» Exercise
Report all lines in the records that hold the string "frequency".

» Data
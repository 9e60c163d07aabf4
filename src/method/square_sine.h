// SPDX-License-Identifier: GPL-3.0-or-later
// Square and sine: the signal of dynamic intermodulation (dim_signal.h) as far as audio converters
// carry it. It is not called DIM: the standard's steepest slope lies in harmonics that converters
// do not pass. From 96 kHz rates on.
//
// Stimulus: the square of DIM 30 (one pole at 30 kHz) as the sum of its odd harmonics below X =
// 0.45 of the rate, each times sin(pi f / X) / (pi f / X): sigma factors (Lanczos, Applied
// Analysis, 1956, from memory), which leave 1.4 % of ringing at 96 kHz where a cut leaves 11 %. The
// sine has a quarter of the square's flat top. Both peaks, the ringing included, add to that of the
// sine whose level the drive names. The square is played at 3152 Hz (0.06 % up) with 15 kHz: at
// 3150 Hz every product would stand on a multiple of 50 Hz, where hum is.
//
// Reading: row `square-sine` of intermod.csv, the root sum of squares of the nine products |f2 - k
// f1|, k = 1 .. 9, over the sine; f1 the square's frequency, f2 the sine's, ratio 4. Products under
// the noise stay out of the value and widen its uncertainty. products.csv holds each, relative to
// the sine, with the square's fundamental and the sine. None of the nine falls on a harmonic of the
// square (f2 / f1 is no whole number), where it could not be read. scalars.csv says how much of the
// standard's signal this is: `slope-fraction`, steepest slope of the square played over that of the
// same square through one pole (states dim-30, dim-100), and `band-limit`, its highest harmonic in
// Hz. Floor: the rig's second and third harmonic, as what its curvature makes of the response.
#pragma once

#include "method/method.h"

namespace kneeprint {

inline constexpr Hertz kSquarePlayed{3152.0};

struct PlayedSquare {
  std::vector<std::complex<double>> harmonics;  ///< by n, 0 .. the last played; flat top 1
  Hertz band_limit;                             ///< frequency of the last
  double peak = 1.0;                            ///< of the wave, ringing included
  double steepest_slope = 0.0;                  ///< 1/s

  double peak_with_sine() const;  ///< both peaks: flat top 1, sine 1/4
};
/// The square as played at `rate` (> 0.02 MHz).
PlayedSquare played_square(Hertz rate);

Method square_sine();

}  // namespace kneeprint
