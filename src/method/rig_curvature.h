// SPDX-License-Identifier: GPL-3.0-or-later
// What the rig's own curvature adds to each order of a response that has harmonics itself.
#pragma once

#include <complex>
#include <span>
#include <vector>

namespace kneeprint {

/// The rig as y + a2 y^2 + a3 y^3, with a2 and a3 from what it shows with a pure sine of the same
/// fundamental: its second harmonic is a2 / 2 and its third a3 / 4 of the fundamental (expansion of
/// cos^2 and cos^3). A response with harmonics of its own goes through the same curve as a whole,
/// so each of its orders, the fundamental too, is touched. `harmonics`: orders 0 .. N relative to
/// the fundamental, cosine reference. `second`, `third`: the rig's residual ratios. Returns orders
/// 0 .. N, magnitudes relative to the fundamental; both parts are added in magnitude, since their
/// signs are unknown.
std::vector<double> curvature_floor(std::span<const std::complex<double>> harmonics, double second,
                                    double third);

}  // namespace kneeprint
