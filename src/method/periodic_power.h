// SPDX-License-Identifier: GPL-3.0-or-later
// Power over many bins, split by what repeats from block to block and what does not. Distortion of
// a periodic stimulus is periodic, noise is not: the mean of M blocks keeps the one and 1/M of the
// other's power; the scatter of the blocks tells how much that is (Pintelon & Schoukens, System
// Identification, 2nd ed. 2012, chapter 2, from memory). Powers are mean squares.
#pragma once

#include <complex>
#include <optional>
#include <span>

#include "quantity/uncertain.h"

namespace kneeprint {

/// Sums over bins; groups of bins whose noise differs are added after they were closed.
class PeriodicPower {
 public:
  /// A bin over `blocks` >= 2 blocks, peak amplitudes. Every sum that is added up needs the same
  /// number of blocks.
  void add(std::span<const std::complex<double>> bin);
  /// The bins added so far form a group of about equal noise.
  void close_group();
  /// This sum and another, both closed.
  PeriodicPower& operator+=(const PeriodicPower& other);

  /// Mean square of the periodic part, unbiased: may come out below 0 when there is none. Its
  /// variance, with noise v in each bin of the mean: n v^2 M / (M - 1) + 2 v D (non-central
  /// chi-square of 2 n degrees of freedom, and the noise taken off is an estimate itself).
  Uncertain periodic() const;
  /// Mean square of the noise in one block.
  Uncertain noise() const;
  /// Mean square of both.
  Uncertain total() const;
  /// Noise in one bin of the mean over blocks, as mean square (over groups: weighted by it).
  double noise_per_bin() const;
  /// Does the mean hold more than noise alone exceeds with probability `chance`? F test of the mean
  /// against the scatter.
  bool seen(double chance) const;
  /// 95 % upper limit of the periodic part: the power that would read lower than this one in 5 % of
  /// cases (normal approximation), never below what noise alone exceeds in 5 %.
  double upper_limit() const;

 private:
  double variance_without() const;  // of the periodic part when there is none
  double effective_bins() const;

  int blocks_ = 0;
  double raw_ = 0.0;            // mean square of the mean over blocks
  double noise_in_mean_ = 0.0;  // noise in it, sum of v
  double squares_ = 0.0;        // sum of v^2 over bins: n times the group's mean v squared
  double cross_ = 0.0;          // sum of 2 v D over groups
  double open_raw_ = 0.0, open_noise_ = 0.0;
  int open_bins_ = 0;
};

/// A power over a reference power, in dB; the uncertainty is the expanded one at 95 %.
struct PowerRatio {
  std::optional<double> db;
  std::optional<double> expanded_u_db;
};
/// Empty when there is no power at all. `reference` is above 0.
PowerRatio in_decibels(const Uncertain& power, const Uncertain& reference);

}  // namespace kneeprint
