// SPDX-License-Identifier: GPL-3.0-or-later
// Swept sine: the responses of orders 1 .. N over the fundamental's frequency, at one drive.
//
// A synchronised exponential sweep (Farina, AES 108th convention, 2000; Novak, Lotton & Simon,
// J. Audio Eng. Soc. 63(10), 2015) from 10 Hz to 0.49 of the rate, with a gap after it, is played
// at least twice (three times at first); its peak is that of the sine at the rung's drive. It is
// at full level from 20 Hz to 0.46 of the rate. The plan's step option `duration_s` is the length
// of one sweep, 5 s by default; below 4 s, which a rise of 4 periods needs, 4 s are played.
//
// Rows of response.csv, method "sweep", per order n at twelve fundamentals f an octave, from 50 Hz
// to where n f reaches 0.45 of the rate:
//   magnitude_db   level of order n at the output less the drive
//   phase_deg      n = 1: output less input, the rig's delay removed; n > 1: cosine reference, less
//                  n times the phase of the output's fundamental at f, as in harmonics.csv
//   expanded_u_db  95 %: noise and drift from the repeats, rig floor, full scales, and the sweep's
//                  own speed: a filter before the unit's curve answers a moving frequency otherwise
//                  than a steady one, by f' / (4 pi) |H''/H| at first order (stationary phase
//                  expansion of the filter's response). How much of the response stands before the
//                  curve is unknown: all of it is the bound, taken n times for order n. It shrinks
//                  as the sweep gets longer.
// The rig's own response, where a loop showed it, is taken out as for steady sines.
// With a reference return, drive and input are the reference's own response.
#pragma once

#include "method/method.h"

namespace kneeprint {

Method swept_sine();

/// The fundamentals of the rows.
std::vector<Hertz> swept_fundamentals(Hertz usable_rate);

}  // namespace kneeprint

» Answer box
// f1|, k = 1 .. 9, over the sine; f1 the square's frequency, f2 the sine's, ratio 4. Products under
  Hertz band_limit;                             ///< frequency of the last
// Swept sine: the responses of orders 1 .. N over the fundamental's frequency, at one drive.
//                  own speed: a filter before the unit's curve answers a moving frequency otherwise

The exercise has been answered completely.